Personal information
- Born: 9 August 1959 (age 66)

Chess career
- Country: France
- Title: International Master (1982)
- FIDE rating: 2319 (December 2021)
- Peak rating: 2455 (July 1994)

= Daniël Roos =

French chess player

Daniël Roos (born 9 August 1959) is a French chess player who holds the FIDE title of International Master (IM, 1982). He was an individual gold medalist at the 25th Chess Olympiad in 1982.

==Biography==
Roos comes from a French chess family. His father Michel Roos (1932–2002) won the French Chess Championship in 1964; this success was repeated by his brother Louis in 1977. His mother Jacqueline Roos (died 2016) was International Correspondence Chess Grandmaster (2000), his sister Céline (1953–2021) was a Woman International Master (WIM), his brothers Jean-Luc (born 1955) and Louis (born 1957) are International Masters (IM).

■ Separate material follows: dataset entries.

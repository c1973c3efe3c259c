"""Atomic output: each file appears complete or not at all.

Outputs are written into a hidden temporary folder beside their targets, on the
same file system, and moved over the targets with :func:`os.replace` only when
all of them are complete. An interrupted write leaves any earlier file as it
was, and an existing output is replaced only when asked.
"""

from __future__ import annotations

import logging
import os
import shutil
import tempfile
from collections.abc import Callable, Iterable, Iterator
from contextlib import contextmanager
from pathlib import Path

from thrustmap.errors import OutputExistsError, ParameterError

__all__ = ["FileContent", "atomic_paths", "check_targets", "write_file"]

log = logging.getLogger(__name__)

FileContent = str | bytes | Callable[[Path], object]


def check_targets(paths: Iterable[str | os.PathLike[str]], *, overwrite: bool) -> None:
    """Refuse to replace existing outputs unless ``overwrite`` is true.

    Parameters
    ----------
    paths : iterable of path-like
        The outputs about to be written.
    overwrite : bool
        Existing outputs may be replaced. Keyword only.

    Raises
    ------
    OutputExistsError
        Naming the first output that exists, when ``overwrite`` is false.

    Examples
    --------
    >>> check_targets([Path("no-such-output.gpkg")], overwrite=False)
    """
    if overwrite:
        return
    for path in paths:
        if Path(path).exists():
            raise OutputExistsError(
                f"{path} exists; use --overwrite (overwrite=True) to replace it"
            )


@contextmanager
def atomic_paths(
    *paths: str | os.PathLike[str], overwrite: bool = False
) -> Iterator[tuple[Path, ...]]:
    """Yield temporary paths to write; move them onto ``paths`` when the block succeeds.

    Each temporary path has its target's file name, so writers that choose the
    format from the suffix (matplotlib, GDAL) behave as for the final name. They
    live in a hidden folder beside the first target, so each final
    :func:`os.replace` is atomic. When the block raises, nothing is moved and the
    folder is removed. A target the block leaves unwritten is removed, so a set
    of files such as a shapefile's parts is replaced as a whole.

    Parameters
    ----------
    *paths : path-like
        Final output paths, all in one folder (created when missing).
    overwrite : bool
        Replace existing outputs. Keyword only.

    Yields
    ------
    tuple of Path
        One temporary path per target.

    Raises
    ------
    OutputExistsError
        When a target exists and ``overwrite`` is false (see :func:`check_targets`).

    Examples
    --------
    >>> folder = Path(tempfile.mkdtemp())
    >>> with atomic_paths(folder / "a.txt") as (tmp,):
    ...     _ = tmp.write_text("done")
    >>> (folder / "a.txt").read_text(), sorted(p.name for p in folder.iterdir())
    ('done', ['a.txt'])
    """
    targets = [Path(p) for p in paths]
    check_targets(targets, overwrite=overwrite)
    folder = targets[0].parent
    folder.mkdir(parents=True, exist_ok=True)
    staging = Path(tempfile.mkdtemp(prefix=".thrustmap-", dir=folder))
    try:
        temps = tuple(staging / p.name for p in targets)
        yield temps
        for tmp, final in zip(temps, targets, strict=True):
            if tmp.exists():
                os.replace(tmp, final)
            else:
                final.unlink(missing_ok=True)
    finally:
        shutil.rmtree(staging, ignore_errors=True)


def write_file(
    path: str | os.PathLike[str], content: FileContent, *, overwrite: bool = False
) -> Path:
    """Write one file atomically from text, bytes or a writer callable.

    Parameters
    ----------
    path : str or path
        The file to write.
    content : str, bytes or callable
        Text (written as UTF-8), bytes, or ``writer(path)`` that writes the file
        at the temporary path it is given (with the final file name).
    overwrite : bool
        Replace an existing file. Keyword only.

    Returns
    -------
    Path
        ``path``.

    Raises
    ------
    OutputExistsError
        When the file exists and ``overwrite`` is false.
    ParameterError
        When ``content`` is none of the accepted kinds.

    Examples
    --------
    >>> out = write_file(Path(tempfile.mkdtemp()) / "a.md", "# Notes\\n")
    >>> out.read_text()
    '# Notes\\n'
    """
    if not isinstance(content, str | bytes) and not callable(content):
        raise ParameterError(
            f"{path}: file content must be text, bytes or a writer callable; got {type(content).__name__}"
        )
    with atomic_paths(path, overwrite=overwrite) as (tmp,):
        if isinstance(content, str):
            tmp.write_text(content, encoding="utf-8")
        elif isinstance(content, bytes):
            tmp.write_bytes(content)
        else:
            content(tmp)
    log.debug("wrote %s", path)
    return Path(path)
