def _critical_alpha(beta: Float, w: _Wedge, branch: str) -> Float:
    """Critical alpha (radians) for each beta (radians); NaN where the branch has no solution."""
    beta = np.asarray(beta, dtype=float)
    if w.method == "small-angle":
        m = np.tan(w.phi_b) * (1.0 - w.lam_b)
        d = _small_angle_denominator(w, branch)
        if d <= 0:
            return np.full(beta.shape, np.nan)
        return (m + w.density_factor * beta) / d - beta
    lim = _alpha_limit(w)
    lo = np.full(beta.shape, -lim)
    hi = np.full(beta.shape, lim)

    def fun(a: Float) -> Float:
        return _taper_residual(a, beta, w, branch)

    f_lo, f_hi = fun(lo), fun(hi)
    ok = (np.sign(f_lo) != np.sign(f_hi)) | (f_lo == 0) | (f_hi == 0)
    ok &= np.isfinite(beta)
    root = _bisect(fun, lo, hi)
    return np.where(ok, root, np.nan)


def _beta_range(w: _Wedge) -> tuple[float, float]:
    """Open interval of beta (radians) with a critical compressional wedge of positive taper."""
    if w.method == "small-angle":
        lo = -np.tan(w.phi_b) * (1.0 - w.lam_b) / w.density_factor
        return float(lo), _HALF_PI
    lo = -float(_alpha_from_eff(np.asarray(w.phi_b_eff), w))
    lim = _alpha_limit(w)
    hi = _psi_base(w, "compressional") + lim + float(-_psi_surface(np.asarray(-w.phi), w, "compressional"))
    return lo, min(hi, _HALF_PI)


def _as_output(values: Float, like: ArrayLike) -> Float | float:
    return float(values) if np.ndim(like) == 0 else values


def critical_taper(
    beta: ArrayLike,
    *,
    friction: float,
    basal_friction: float,
    pore_ratio: float = 0.0,
    basal_pore_ratio: float | None = None,
    setting: str = "subaerial",
    method: str = "exact",
    fluid_density: float = 1000.0,
    rock_density: float = 2700.0,
) -> Float | float:
    """Critical surface slope alpha (degrees) of a compressional wedge over a decollement dipping beta.

    Parameters
    ----------
    beta : array_like
        Decollement dip, degrees, positive toward the hinterland.
    friction, basal_friction : float
        Angles of internal and basal friction, degrees, in (0, 90), with
        ``basal_friction <= friction``.
    pore_ratio : float
        Pore-fluid ratio lambda of the wedge, in [0, 1). Default 0 (dry).
    basal_pore_ratio : float, optional
        Pore-fluid ratio lambda_b on the decollement, in [0, 1); default equal
        to ``pore_ratio``.
    setting : {"subaerial", "submarine"}
        Whether water loads the wedge's surface.
    method : {"exact", "small-angle"}
        Dahlen (1984) exact solution, or the small-angle form of Davis, Suppe &
        Dahlen (1983).
    fluid_density, rock_density : float
        Densities, kg/m3 (fluid used only when submarine).

    Returns
    -------
    float or ndarray
        Critical alpha, degrees, on the lower (compressional) branch; NaN where
        ``beta`` is NaN.

    Raises
    ------
    ParameterError
        For parameters out of physical range or an unknown setting or method.
    DegenerateDataError
        For a beta with no critical wedge of positive taper; the message gives
        the accepted range.

    Examples
    --------
    >>> round(critical_taper(0, friction=30, basal_friction=10), 4)
    3.4365
    >>> round(critical_taper(0, friction=30, basal_friction=10, method="small-angle"), 4)
    3.3676
    """
    w = _wedge(friction, basal_friction, pore_ratio, basal_pore_ratio, setting, method, fluid_density, rock_density)
    b_deg = np.asarray(beta, dtype=float)
    b = np.radians(b_deg)
    lo, hi = _beta_range(w)
    bad = np.isfinite(b) & ((b <= lo) | (b >= hi))
    if np.any(bad):
        raise DegenerateDataError(
            f"beta = {np.unique(b_deg[bad]).tolist()} degrees admits no critical wedge for these "
            f"parameters (friction {friction}, basal_friction {basal_friction}, pore_ratio {pore_ratio}, "
            f"basal_pore_ratio {basal_pore_ratio}, {setting}, {method}); accepted beta lies in "
            f"({np.degrees(lo):.3f}, {np.degrees(hi):.3f}) degrees"
        )
    return _as_output(np.degrees(_critical_alpha(b, w, "compressional")), beta)


def extensional_taper(
    beta: ArrayLike,
    *,
    friction: float,
    basal_friction: float,
    pore_ratio: float = 0.0,
    basal_pore_ratio: float | None = None,
    setting: str = "subaerial",
    method: str = "exact",
    fluid_density: float = 1000.0,
    rock_density: float = 2700.0,
) -> Float | float:
    """Surface slope alpha (degrees) on the upper, extensional branch of the envelope.

    Parameters are those of :func:`critical_taper`.

    Returns
    -------
    float or ndarray
        Alpha, degrees, above which a wedge over a decollement dipping ``beta``
        fails by extension; NaN where the branch does not reach that beta
        (every surface slope below the friction limit is then free of
        extensional failure).

    Raises
    ------
    ParameterError
        For parameters out of physical range.

    Examples
    --------
    >>> round(extensional_taper(-10, friction=30, basal_friction=10), 4)
    10.0
    """
    w = _wedge(friction, basal_friction, pore_ratio, basal_pore_ratio, setting, method, fluid_density, rock_density)
    b = np.radians(np.asarray(beta, dtype=float))
    return _as_output(np.degrees(_critical_alpha(b, w, "extensional")), beta)


def envelope(
    *,
    friction: float,
    basal_friction: float,
    pore_ratio: float = 0.0,
    basal_pore_ratio: float | None = None,
    setting: str = "subaerial",
    method: str = "exact",
    fluid_density: float = 1000.0,
    rock_density: float = 2700.0,
    n: int = 361,
) -> pd.DataFrame:
    """The stability envelope of the wedge in (beta, alpha) space, both branches.

    Each branch is traced over surface slopes whose effective slope ranges over
    (-friction, friction); the two branches cross where the wedge degenerates
    into a slab parallel to its base (alpha + beta = 0).

    Parameters
    ----------
    friction, basal_friction, pore_ratio, basal_pore_ratio, setting, method, fluid_density, rock_density
        As for :func:`critical_taper`.
    n : int
        Points per branch (at least 3).

    Returns
    -------
    pandas.DataFrame
        Columns ``branch`` ("compressional" or "extensional"), ``beta`` and
        ``alpha`` (degrees), ordered by increasing alpha within each branch.

    Raises
    ------
    ParameterError
        For parameters out of physical range or ``n < 3``.

    Examples
    --------
    >>> env = envelope(friction=30, basal_friction=10, n=5)
    >>> env.groupby("branch").size().to_dict()
    {'compressional': 5, 'extensional': 5}
    """
    w = _wedge(friction, basal_friction, pore_ratio, basal_pore_ratio, setting, method, fluid_density, rock_density)
    if int(n) < 3:
        raise ParameterError(f"n = {n} points per branch is too few; give at least 3")
    a_eff = np.linspace(-w.phi, w.phi, int(n))
    alpha = _alpha_from_eff(a_eff, w)
    frames = []
    for branch in ("compressional", "extensional"):
        if method == "exact":
            beta = _psi_base(w, branch) - _psi_surface(a_eff, w, branch) - alpha
        else:
            # solve the linear small-angle relation for beta at each alpha
            m = np.tan(w.phi_b) * (1.0 - w.lam_b)
            d = _small_angle_denominator(w, branch)
            beta = (m - alpha * d) / (d - w.density_factor)
        frames.append(pd.DataFrame({"branch": branch, "beta": np.degrees(beta), "alpha": np.degrees(alpha)}))
    return pd.concat(frames, ignore_index=True)


def _state_codes(alpha: Float, beta: Float, w: _Wedge, tolerance: float) -> tuple[NDArray[np.object_], Float]:
    """State per element and the critical alpha (radians); "undefined" outside the wedge domain."""
    alpha_c = _critical_alpha(beta, w, "compressional")
    residual = _taper_residual(alpha, beta, w, "compressional")
    tol = np.radians(tolerance)
    near = np.isfinite(alpha_c) & (np.abs(alpha - alpha_c) <= tol)
    state = np.where(near, "critical", np.where(residual < 0, "sub-critical", "super-critical")).astype(object)
    undefined = ~_in_domain(alpha, beta, w)
    state[undefined] = UNDEFINED
    return state, alpha_c
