"""Reading and writing thrustmap's inputs and outputs: attitudes, layers, grids."""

In 2009, in Salzburg, he shared 2nd - 5th place in International Chess Tournament 24. Schwarzacher Open. In 2011, in Baden-Baden he ranked 3rd in International Chess Tournament Sommer-Open.

Roos played for France in the Chess Olympiads:
- In 1980, at second reserve board in the 24th Chess Olympiad in La Valletta (+1, =5, -1),
- In 1982, at first reserve board in the 25th Chess Olympiad in Lucerne (+8, =2, -1) and won individual gold medal.

He played for France in the World Youth U26 Team Chess Championship:
- In 1981, at first board in the 3rd World Youth U26 Team Chess Championship in Graz (+2, =7, -2),
- In 1983, at first board in the 4th World Youth U26 Team Chess Championship in Chicago (+3, =1, -4).

Also, Roos seven times played for France in the Chess Mitropa Cup (1977-1979, 1984-1988) and in team competition won silver (1987) and bronze (1977) medals, but in individual competition won gold (1977) medal.

In 1982, he was awarded the FIDE International Master (IM) title.